As I am just starting out with my PhD, I am allowing myself some freedom in my reading and how I respond to it. I am just soaking up some information. So far, this has included looking at a variety of mechanical musical instrument patents dating back to the 19th century and a paper by Bart Hopkin, written in 1991 but extremely pertinent to my work. Below are a few passages that resonated with me, followed by some lovely patent diagrams. See my PhD Reading List for more info.

Standardized instruments come complete with existing repertoire, pools of highly skilled players, a shared awareness of instruments’ capabilities and potentials
and commercial markets. They also come fully evolved in design. As a result, the maker need not spend countless hours working out answers to the myriad physical and practical questions that arise in the process of designing an instrument.

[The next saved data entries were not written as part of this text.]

//! The plan: a resolved recipe turned into open sources, one target grid, the list of
//! band producers with their metadata, the halo they need and the blocks to compute.
//!
//! Everything that can fail on bad input fails here, before any block is computed: a
//! missing file, a DSM with no CRS, an orthomosaic that does not overlap the DSM, a band
//! number past a file's band count, an index whose bands are not mapped, an expression
//! that does not parse.

use std::collections::BTreeSet;
use std::path::Path;
use std::sync::Arc;

use crate::align::{self, Resampling};
use crate::error::{Error, Result};
use crate::grid::{CrsKind, Grid, Window};
use crate::ground::bands::{self as ground_bands, GroundBand, GroundPlan};
use crate::raster::{self, RasterSource, SampleType};
use crate::spectral::{self, BandSource, Expression, PerBand, Role, SpectralIndex};
use crate::stack::plausibility;
use crate::stack::preview::RampKind;
use crate::stack::recipe::Recipe;
use crate::stack::sidecar::{BandMetadata, BandStats};
use crate::terrain::{self, TerrainFeature, TerrainParams};
use crate::texture::bands::{self as texture_bands, TextureBand, TextureContext};

/// What computes one band of the stack.
pub enum Producer {
    /// Output `i` of `terrain::compute` over the plan's terrain features.
    Terrain(usize),
    /// The reflectance of one mapped band.
    Reflectance(Role),
    /// A catalogue index.
    Index(&'static SpectralIndex),
    /// A user band-math expression.
    Expression(Expression),
    /// A band of the ground filter (dtm, height, ground mask, distance, terrain on the dtm).
    Ground(GroundBand),
    /// A texture band of a band or index (co-occurrence features, window standard
    /// deviation), computed over the block and its halo.
    Texture(TextureBand),
}

/// One band of the stack: what produces it, its preview ramp, and its `stack.json` record.
///
/// The record is the sidecar's own type, filled here with everything the plan knows (name,
/// feature, method, window, units, source, spectral details in `extra`); the executor adds
/// the date, the statistics and the plausibility counts. `BandPlan` reads as its record
/// (`band.name`, `band.units`).
pub struct BandPlan {
    pub producer: Producer,
    pub ramp: RampKind,
    pub meta: BandMetadata,
}

impl std::ops::Deref for BandPlan {
    type Target = BandMetadata;

    fn deref(&self) -> &BandMetadata {
        &self.meta
    }
}

/// A band's record before it is computed: no date, no statistics yet, numbered later.
#[allow(clippy::too_many_arguments)]
fn band_record(
    name: String,
    feature: String,
    method: Option<String>,
    scale_m: Option<f64>,
    window_px: Option<usize>,
    units: &str,
    source: String,
    extra: serde_json::Map<String, serde_json::Value>,
) -> BandMetadata {
    BandMetadata {
        index: 0,
        name,
        feature,
        method,
        scale_m,
        window_px,
        units: units.to_string(),
        source,
        date: None,
        stats: BandStats::default(),
        extra,
    }
}

/// One reflectance band to read: its source file (opened once per file) and scaling.
pub struct SpectralInput {
    pub source: Arc<dyn RasterSource>,
    pub band: BandSource,
}

/// An orthomosaic's alpha (coverage) band: its source and 1-based band number.
pub type AlphaBand = (Arc<dyn RasterSource>, usize);

/// Everything needed to compute the stack block by block.
pub struct StackPlan {
    pub recipe: Recipe,
    /// The stack's grid (nodata NaN).
    pub target: Grid,
    pub dsm: Arc<dyn RasterSource>,
    /// Band of the DSM file holding elevations (1-based).
    pub dsm_band: usize,
    /// Doubts about the inputs that do not stop the build; printed and kept by the executor.
    pub warnings: Vec<String>,
    /// True when the DSM already lies on the target grid: its blocks are read, not resampled.
    pub dsm_on_target: bool,
    pub spectral: Vec<SpectralInput>,
    /// Alpha (coverage) band of the orthomosaic, 0 = outside the flown area.
    pub alpha: Option<AlphaBand>,
    pub terrain: Vec<TerrainFeature>,
    pub terrain_params: TerrainParams,
    /// The ground filter, when a ground band is asked for.
    pub ground: Option<GroundPlan>,
    pub bands: Vec<BandPlan>,
    /// Cells of context every terrain block needs on each side.
    pub halo: usize,
    /// Global elevation offset handed to every terrain block (see `terrain::compute`).
    pub reference_z: f64,
}
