#[cfg(test)]
mod tests {
    use super::*;
    use crate::grid::Crs;
    use crate::raster::MemoryRaster;

    fn utm_grid(w: usize, h: usize, x0: f64, y0: f64, res: f64) -> Grid {
        Grid::new(w, h, [x0, res, 0.0, y0, 0.0, -res], Crs::from_epsg(32633)).unwrap()
    }

    #[test]
    fn float64_dsm_is_resampled_without_rounding_to_float32() {
        // Closed form: bilinear interpolation reproduces a plane exactly, so resampling a
        // float64 plane at 1500 m onto a grid offset by a third of a cell must give the
        // plane to f64 rounding. Through float32 the same cells would be off by up to
        // ulp(1500)/2 = 6.1e-5 m.
        let dir = tempfile::tempdir().unwrap();
        let path = dir.path().join("dsm64.tif");
        let src_grid = utm_grid(40, 30, 500_000.0, 4_000_000.0, 0.05);
        let plane = |x: f64, y: f64| {
            1500.0 + 0.123456789 * (x - 500_000.0) - 0.0987654321 * (y - 4_000_000.0)
        };
        let data = Array2::from_shape_fn((30, 40), |(r, c)| {
            let (x, y) = src_grid.cell_centre(c as f64, r as f64);
            plane(x, y)
        });
        crate::raster::geotiff::write_geotiff(
            &path,
            &src_grid,
            &[data.view()],
            &["elevation"],
            &crate::raster::geotiff::WriteOptions {
                sample_type: crate::raster::SampleType::F64,
                ..Default::default()
            },
        )
        .unwrap();
        let source = crate::raster::open(&path).unwrap();
        let target = utm_grid(
            30,
            20,
            500_000.0 + 0.05 / 3.0,
            4_000_000.0 - 0.05 / 3.0,
            0.05,
        );
        let w = Window::new(0, 0, 30, 20);
        let z64 =
            resample_window_f64(source.as_ref(), 1, &target, w, Resampling::Bilinear).unwrap();
        let z32 = resample_window(source.as_ref(), 1, &target, w, Resampling::Bilinear).unwrap();
        let (mut worst64, mut worst32) = (0.0f64, 0.0f64);
        for ((r, c), &v) in z64.indexed_iter() {
            let (x, y) = target.cell_centre(c as f64, r as f64);
            if v.is_nan() {
                continue;
            }
            worst64 = worst64.max((v - plane(x, y)).abs());
            worst32 = worst32.max((z32[[r, c]] as f64 - plane(x, y)).abs());
        }
        assert!(worst64 < 1e-9, "f64 resampling error {worst64}");
        assert!(
            worst32 > 1e-6,
            "the f32 path rounds ({worst32}), or the test proves nothing"
        );
    }

    /// A source whose value at cell centre (x, y) is the plane 2x + 3y + 5.
    fn plane_source(grid: &Grid) -> MemoryRaster {
        let data = Array2::from_shape_fn((grid.height, grid.width), |(r, c)| {
            let (x, y) = grid.cell_centre(c as f64, r as f64);
            (2.0 * (x - 500_000.0) + 3.0 * (y - 4_000_000.0) + 5.0) as f32
        });
        MemoryRaster::new("plane.tif", grid.clone(), vec![data]).unwrap()
    }

    fn plane_at(x: f64, y: f64) -> f64 {
        2.0 * (x - 500_000.0) + 3.0 * (y - 4_000_000.0) + 5.0
    }

    #[test]
    fn keys_kernel_partition_of_unity() {
        // Keys 1981: the kernel interpolates (1 at 0, 0 at ±1, ±2) and its taps sum to 1.
        assert_eq!(keys_cubic(0.0), 1.0);
        assert_eq!(keys_cubic(1.0), 0.0);
        assert_eq!(keys_cubic(2.0), 0.0);
        for f in [0.1, 0.25, 0.5, 0.9] {
            let s = keys_cubic(1.0 + f) + keys_cubic(f) + keys_cubic(1.0 - f) + keys_cubic(2.0 - f);
            assert!((s - 1.0).abs() < 1e-15);
        }
        // Worked by hand at d = 0.5: (1.5·0.5 − 2.5)·0.25 + 1 = 0.5625; d = 1.5: −0.0625.
        assert!((keys_cubic(0.5) - 0.5625).abs() < 1e-15);
        assert!((keys_cubic(1.5) + 0.0625).abs() < 1e-15);
    }

    #[test]
    fn identical_grid_returns_source_exactly() {
        let g = utm_grid(20, 15, 500_000.0, 4_000_015.0, 1.0);
        let data = Array2::from_shape_fn((15, 20), |(r, c)| ((r * 31 + c * 7) % 13) as f32 * 0.37);
        let src = MemoryRaster::new("a.tif", g.clone(), vec![data.clone()]).unwrap();
        for m in [
            Resampling::Nearest,
            Resampling::Bilinear,
            Resampling::Cubic,
            Resampling::Average,
        ] {
            let out = resample_window(&src, 1, &g, Window::full(&g), m).unwrap();
            assert_eq!(out, data, "{m:?}");
        }
    }

    #[test]
    fn linear_methods_reproduce_a_plane() {
        // Bilinear and cubic convolution reproduce linear functions exactly (Keys 1981,
        // §III); the area mean of a plane over a cell is its value at the cell centre.
        let src_grid = utm_grid(60, 60, 500_000.0, 4_000_060.0, 1.0);
        let src = plane_source(&src_grid);
        let target = utm_grid(30, 30, 500_010.3, 4_000_049.7, 1.25);
        // Average: footprints aligned on whole source cells (2 and 3 cells wide), so the
        // area mean of cell-centre values of a plane is the plane at the footprint centre.
        let aligned2 = utm_grid(20, 20, 500_004.0, 4_000_056.0, 2.0);
        let aligned3 = utm_grid(15, 15, 500_006.0, 4_000_054.0, 3.0);
        for (m, target) in [
            (Resampling::Bilinear, &target),
            (Resampling::Cubic, &target),
            (Resampling::Average, &aligned2),
            (Resampling::Average, &aligned3),
        ] {
            let out = resample_window(&src, 1, target, Window::full(target), m).unwrap();
            for ((r, c), v) in out.indexed_iter() {
                let (x, y) = target.cell_centre(c as f64, r as f64);
                assert!(
                    (*v as f64 - plane_at(x, y)).abs() < 1e-3,
                    "{m:?} at {r},{c}: {v}"
                );
            }
        }
    }

    #[test]
    fn nearest_picks_containing_cell() {
        let src_grid = utm_grid(10, 10, 0.0, 10.0, 1.0);
        let data = Array2::from_shape_fn((10, 10), |(r, c)| (r * 10 + c) as f32);
        let src = MemoryRaster::new("n.tif", src_grid, vec![data]).unwrap();
        // Target cells of 0.8 shifted by 0.13: centre of target col 3 is 0.13 + 3.5·0.8 = 2.93 → source col 2.
        let target = utm_grid(11, 11, 0.13, 9.87, 0.8);
        let out =
            resample_window(&src, 1, &target, Window::full(&target), Resampling::Nearest).unwrap();
        assert_eq!(out[[0, 3]], 2.0);
        // Row 4: centre y = 9.87 − 4.5·0.8 = 6.27 → source row floor((10 − 6.27)/1) = 3.
        assert_eq!(out[[4, 3]], 32.0);
    }

    #[test]
    fn average_of_two_by_two_blocks() {
        // Target cells of 2 m aligned on 1 m source cells: the mean of four values (by hand).
        let src_grid = utm_grid(4, 4, 0.0, 4.0, 1.0);
        let data = Array2::from_shape_fn((4, 4), |(r, c)| (r * 4 + c) as f32);
        let src = MemoryRaster::new("a.tif", src_grid, vec![data]).unwrap();
        let target = utm_grid(2, 2, 0.0, 4.0, 2.0);
        let out =
            resample_window(&src, 1, &target, Window::full(&target), Resampling::Average).unwrap();
        assert_eq!(out, ndarray::array![[2.5f32, 4.5], [10.5, 12.5]]);
        // A 1.5 m target cell at the origin covers source (0,0) fully, (0,1) and (1,0) half,
        // (1,1) a quarter: (0·1 + 1·.5 + 4·.5 + 5·.25)/2.25 = 3.75/2.25 (by hand).
        let t2 = utm_grid(2, 2, 0.0, 4.0, 1.5);
        let out = resample_window(&src, 1, &t2, Window::full(&t2), Resampling::Average).unwrap();
        assert!((out[[0, 0]] as f64 - 3.75 / 2.25).abs() < 1e-6);
    }

    #[test]
    fn nodata_rules() {
        let src_grid = utm_grid(6, 6, 0.0, 6.0, 1.0).with_nodata(Some(-9999.0));
        let mut data = Array2::from_elem((6, 6), 1.0f32);
        data[[2, 2]] = -9999.0;
        let src = MemoryRaster::new("h.tif", src_grid, vec![data]).unwrap();
        // Half-cell shift: every target centre lies between four source centres.
        let target = utm_grid(5, 5, 0.5, 5.5, 1.0);
        let bil = resample_window(
            &src,
            1,
            &target,
            Window::full(&target),
            Resampling::Bilinear,
        )
        .unwrap();
        // The hole at source (2,2) poisons the four target cells around it, nothing else.
        assert_eq!(bil.iter().filter(|v| v.is_nan()).count(), 4);
        assert!(bil[[1, 1]].is_nan() && bil[[2, 2]].is_nan() && bil[[0, 0]] == 1.0);
        // Average over 2x2 source cells: a quarter missing keeps the mean of the rest.
        let t2 = utm_grid(3, 3, 0.0, 6.0, 2.0);
        let avg = resample_window(&src, 1, &t2, Window::full(&t2), Resampling::Average).unwrap();
        assert_eq!(avg[[1, 1]], 1.0);
        // The edge: a half-shifted target's last column reaches outside the source.
        let t3 = utm_grid(6, 6, 0.4, 6.0, 1.0);
        let bil = resample_window(&src, 1, &t3, Window::full(&t3), Resampling::Bilinear).unwrap();
        assert!(bil[[0, 5]].is_nan() && bil[[0, 4]] == 1.0);
        let near = resample_window(&src, 1, &t3, Window::full(&t3), Resampling::Nearest).unwrap();
        assert!(near[[0, 5]] == 1.0 && near[[2, 2]].is_nan() && near[[2, 1]] == 1.0);
    }

    #[test]
    fn zero_weight_neighbours_do_not_poison() {
        // A target on the source's lattice but shifted by one cell: every centre coincides
        // with a source centre, so each value is that cell's own (weights 1 and 0), even
        // beside a NaN column or the source's edge.
        let src_grid = utm_grid(6, 6, 0.0, 6.0, 1.0);
        let mut data = Array2::from_shape_fn((6, 6), |(r, c)| (r * 6 + c) as f32 + 0.25);
        data.column_mut(3).fill(f32::NAN);
        let src = MemoryRaster::new("z.tif", src_grid, vec![data.clone()]).unwrap();
        let target = utm_grid(5, 5, 1.0, 5.0, 1.0);
        for m in [
            Resampling::Bilinear,
            Resampling::Cubic,
            Resampling::Nearest,
            Resampling::Average,
        ] {
            let out = resample_window(&src, 1, &target, Window::full(&target), m).unwrap();
            for ((r, c), v) in out.indexed_iter() {
                let want = data[[r + 1, c + 1]];
                assert!(
                    v.to_bits() == want.to_bits(),
                    "{m:?} at {r},{c}: {v} vs {want}"
                );
            }
        }
    }

    #[test]
    fn values_do_not_depend_on_the_window() {
        let src_grid = utm_grid(50, 40, 500_000.0, 4_000_040.0, 1.0);
        let data = Array2::from_shape_fn((40, 50), |(r, c)| {
            ((r as f32 * 0.7).sin() + (c as f32 * 0.3).cos()) * 10.0
        });
        let src = MemoryRaster::new("w.tif", src_grid, vec![data]).unwrap();
        let target = utm_grid(37, 29, 500_001.13, 4_000_038.9, 1.27);
        for m in [
            Resampling::Nearest,
            Resampling::Bilinear,
            Resampling::Cubic,
            Resampling::Average,
        ] {
            let full = resample_window(&src, 1, &target, Window::full(&target), m).unwrap();
            for (bw, bh) in [(7usize, 5usize), (16, 16), (37, 1)] {
                let mut r = 0;
                while r < target.height {
                    let mut c = 0;
                    while c < target.width {
                        let w = Window::new(
                            c as i64,
                            r as i64,
                            bw.min(target.width - c),
                            bh.min(target.height - r),
                        );
                        let part = resample_window(&src, 1, &target, w, m).unwrap();
                        for ((i, j), v) in part.indexed_iter() {
                            let f = full[[r + i, c + j]];
                            assert_eq!(v.to_bits(), f.to_bits(), "{m:?} block {bw}x{bh}");
                        }
                        c += bw;
                    }
                    r += bh;
                }
            }
            // A halo window reaching outside the target grid gives the same inner values.
            let halo = resample_window(&src, 1, &target, Window::full(&target).grow(2), m).unwrap();
            assert_eq!(halo.slice(ndarray::s![2..31, 2..39]), full.view());
        }
    }

    #[test]
    fn values_do_not_depend_on_the_thread_count() {
        let src_grid = utm_grid(80, 70, 500_000.0, 4_000_070.0, 1.0);
        let data = Array2::from_shape_fn((70, 80), |(r, c)| ((r * 17 + c * 29) % 23) as f32 * 1.7);
        let src = MemoryRaster::new("t.tif", src_grid, vec![data]).unwrap();
        let target = utm_grid(60, 50, 500_002.2, 4_000_067.6, 1.3);
        let one = rayon::ThreadPoolBuilder::new()
            .num_threads(1)
            .build()
            .unwrap();
        let three = rayon::ThreadPoolBuilder::new()
            .num_threads(3)
            .build()
            .unwrap();
        for m in [
            Resampling::Nearest,
            Resampling::Bilinear,
            Resampling::Cubic,
            Resampling::Average,
        ] {
            let run = || resample_window(&src, 1, &target, Window::full(&target), m).unwrap();
            let (a, b) = (one.install(run), three.install(run));
            assert!(
                a.iter()
                    .zip(b.iter())
                    .all(|(x, y)| x.to_bits() == y.to_bits()),
                "{m:?}"
            );
        }
    }

    #[test]
    fn other_crs_refused_without_gdal() {
        let src = plane_source(&utm_grid(4, 4, 500_000.0, 4_000_004.0, 1.0));
        let target = Grid::new(
            4,
            4,
            [15.0, 1e-5, 0.0, 36.0, 0.0, -1e-5],
            Crs::from_epsg(4326),
        )
        .unwrap();
        let r = resample_window(
            &src,
            1,
            &target,
            Window::full(&target),
            Resampling::Bilinear,
        );
        if cfg!(not(feature = "gdal")) {
            let e = r.unwrap_err().to_string();
            assert!(
                e.contains("plane.tif") && e.contains("EPSG:32633") && e.contains("EPSG:4326"),
                "{e}"
            );
            assert!(e.contains("--features gdal"), "{e}");
        }
    }

    #[test]
    fn missing_band_refused() {
        let src = plane_source(&utm_grid(4, 4, 500_000.0, 4_000_004.0, 1.0));
        let g = src.grid().clone();
        let e = resample_window(&src, 2, &g, Window::full(&g), Resampling::Nearest).unwrap_err();
        assert!(e.to_string().contains("band 2"));
    }
}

Without these benefits, taming an untried acoustic system for musical purposes can be difficult, slow and frustrating. Further, it is not always easy at the start to recognize whether a particular sound-generating system has the potential to produce results that justify the hours that may be required to develop it. In light of all this, staying with established types of instruments clearly has advantages.

Bart Hopkin

The question of social context in music making points to another element that recurs in contemporary instrument design: an interest in exploring alternative parameters of musical organization, and/or in ignoring those that have formed the backbone of conventional music making. Many new instruments produce wonderful and undeniably musical sounds, but ones that cannot readily be controlled in terms of rhythm or pitch. The player can only emphasize timbre or texture instead.

Bart Hopkin

With the creation of a new acoustic instrument, one creates a set of interrelated musical and extra-musical parameters,
and these parameters are often rather different in nature from those provided either by inherited music culture
or by electronic music systems. On one hand, those parameters impoverish the field of unrestricted possibilities of musical sound in the abstract. But on the other, they often bring forth particular sets of possibilities at which one working from the abstract would never have arrived.